▶ Exercise
Type out the data again. Keep every line exactly the same.

Data for processing section start

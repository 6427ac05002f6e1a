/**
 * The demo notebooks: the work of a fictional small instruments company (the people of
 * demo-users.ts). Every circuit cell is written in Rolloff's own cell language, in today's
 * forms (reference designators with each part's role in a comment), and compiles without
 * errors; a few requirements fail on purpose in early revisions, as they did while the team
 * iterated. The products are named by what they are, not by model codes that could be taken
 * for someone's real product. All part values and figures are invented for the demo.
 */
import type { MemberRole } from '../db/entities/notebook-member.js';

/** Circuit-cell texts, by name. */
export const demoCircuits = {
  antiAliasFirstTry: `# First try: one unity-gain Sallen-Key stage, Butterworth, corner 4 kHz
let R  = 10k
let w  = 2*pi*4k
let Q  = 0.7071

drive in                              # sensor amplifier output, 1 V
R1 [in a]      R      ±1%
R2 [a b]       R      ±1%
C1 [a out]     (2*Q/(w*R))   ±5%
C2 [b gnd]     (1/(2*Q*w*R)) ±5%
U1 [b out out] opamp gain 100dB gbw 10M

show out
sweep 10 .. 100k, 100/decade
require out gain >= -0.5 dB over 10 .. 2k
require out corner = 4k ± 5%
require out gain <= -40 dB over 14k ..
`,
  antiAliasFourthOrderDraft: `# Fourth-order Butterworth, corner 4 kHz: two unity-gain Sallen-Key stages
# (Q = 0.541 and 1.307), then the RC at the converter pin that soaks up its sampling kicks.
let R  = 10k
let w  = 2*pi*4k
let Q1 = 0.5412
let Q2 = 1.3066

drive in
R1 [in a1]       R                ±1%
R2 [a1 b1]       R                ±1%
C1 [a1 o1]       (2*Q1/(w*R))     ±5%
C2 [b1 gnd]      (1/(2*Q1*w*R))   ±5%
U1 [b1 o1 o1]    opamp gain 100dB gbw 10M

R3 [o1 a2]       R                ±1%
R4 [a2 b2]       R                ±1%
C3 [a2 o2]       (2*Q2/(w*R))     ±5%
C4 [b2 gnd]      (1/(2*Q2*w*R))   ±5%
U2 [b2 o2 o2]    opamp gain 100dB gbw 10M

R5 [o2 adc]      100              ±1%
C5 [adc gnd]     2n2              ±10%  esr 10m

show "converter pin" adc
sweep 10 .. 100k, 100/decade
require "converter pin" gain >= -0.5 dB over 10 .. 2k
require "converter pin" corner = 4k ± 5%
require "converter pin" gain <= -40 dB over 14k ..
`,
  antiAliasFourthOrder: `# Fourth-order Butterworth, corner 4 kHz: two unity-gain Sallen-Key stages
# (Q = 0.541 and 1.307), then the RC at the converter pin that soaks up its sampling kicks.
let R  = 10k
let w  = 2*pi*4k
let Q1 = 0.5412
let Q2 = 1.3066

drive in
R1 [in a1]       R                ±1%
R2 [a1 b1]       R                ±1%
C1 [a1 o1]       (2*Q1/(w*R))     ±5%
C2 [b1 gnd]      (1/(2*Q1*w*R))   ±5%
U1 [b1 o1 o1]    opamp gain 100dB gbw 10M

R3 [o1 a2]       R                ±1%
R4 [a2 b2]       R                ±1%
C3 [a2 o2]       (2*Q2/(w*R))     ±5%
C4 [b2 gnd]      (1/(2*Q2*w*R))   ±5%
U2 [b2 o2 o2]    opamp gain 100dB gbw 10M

Data for processing section end

▶ Completed task
repository 6427ac05002f6e1a
/**
 * The demo notebooks: the work of a fictional small instruments company (the people of
 * demo-users.ts). Every circuit cell is written in Rolloff's own cell language, in today's
 * forms (reference designators with each part's role in a comment), and compiles without
 * errors; a few requirements fail on purpose in early revisions, as they did while the team
 * iterated. The products are named by what they are, not by model codes that could be taken
 * for someone's real product. All part values and figures are invented for the demo.
 */
import type { MemberRole } from '../db/entities/notebook-member.js';

/** Circuit-cell texts, by name. */
export const demoCircuits = {
  antiAliasFirstTry: `# First try: one unity-gain Sallen-Key stage, Butterworth, corner 4 kHz
let R  = 10k
let w  = 2*pi*4k
let Q  = 0.7071

drive in                              # sensor amplifier output, 1 V
R1 [in a]      R      ±1%
R2 [a b]       R      ±1%
C1 [a out]     (2*Q/(w*R))   ±5%
C2 [b gnd]     (1/(2*Q*w*R)) ±5%
U1 [b out out] opamp gain 100dB gbw 10M

show out
sweep 10 .. 100k, 100/decade
require out gain >= -0.5 dB over 10 .. 2k
require out corner = 4k ± 5%
require out gain <= -40 dB over 14k ..
`,
  antiAliasFourthOrderDraft: `# Fourth-order Butterworth, corner 4 kHz: two unity-gain Sallen-Key stages
# (Q = 0.541 and 1.307), then the RC at the converter pin that soaks up its sampling kicks.
let R  = 10k
let w  = 2*pi*4k
let Q1 = 0.5412
let Q2 = 1.3066

drive in
R1 [in a1]       R                ±1%
R2 [a1 b1]       R                ±1%
C1 [a1 o1]       (2*Q1/(w*R))     ±5%
C2 [b1 gnd]      (1/(2*Q1*w*R))   ±5%
U1 [b1 o1 o1]    opamp gain 100dB gbw 10M

R3 [o1 a2]       R                ±1%
R4 [a2 b2]       R                ±1%
C3 [a2 o2]       (2*Q2/(w*R))     ±5%
C4 [b2 gnd]      (1/(2*Q2*w*R))   ±5%
U2 [b2 o2 o2]    opamp gain 100dB gbw 10M

R5 [o2 adc]      100              ±1%
C5 [adc gnd]     2n2              ±10%  esr 10m

show "converter pin" adc
sweep 10 .. 100k, 100/decade
require "converter pin" gain >= -0.5 dB over 10 .. 2k
require "converter pin" corner = 4k ± 5%
require "converter pin" gain <= -40 dB over 14k ..
`,
  antiAliasFourthOrder: `# Fourth-order Butterworth, corner 4 kHz: two unity-gain Sallen-Key stages
# (Q = 0.541 and 1.307), then the RC at the converter pin that soaks up its sampling kicks.
let R  = 10k
let w  = 2*pi*4k
let Q1 = 0.5412
let Q2 = 1.3066

drive in
R1 [in a1]       R                ±1%
R2 [a1 b1]       R                ±1%
C1 [a1 o1]       (2*Q1/(w*R))     ±5%
C2 [b1 gnd]      (1/(2*Q1*w*R))   ±5%
U1 [b1 o1 o1]    opamp gain 100dB gbw 10M

R3 [o1 a2]       R                ±1%
R4 [a2 b2]       R                ±1%
C3 [a2 o2]       (2*Q2/(w*R))     ±5%
C4 [b2 gnd]      (1/(2*Q2*w*R))   ±5%
U2 [b2 o2 o2]    opamp gain 100dB gbw 10M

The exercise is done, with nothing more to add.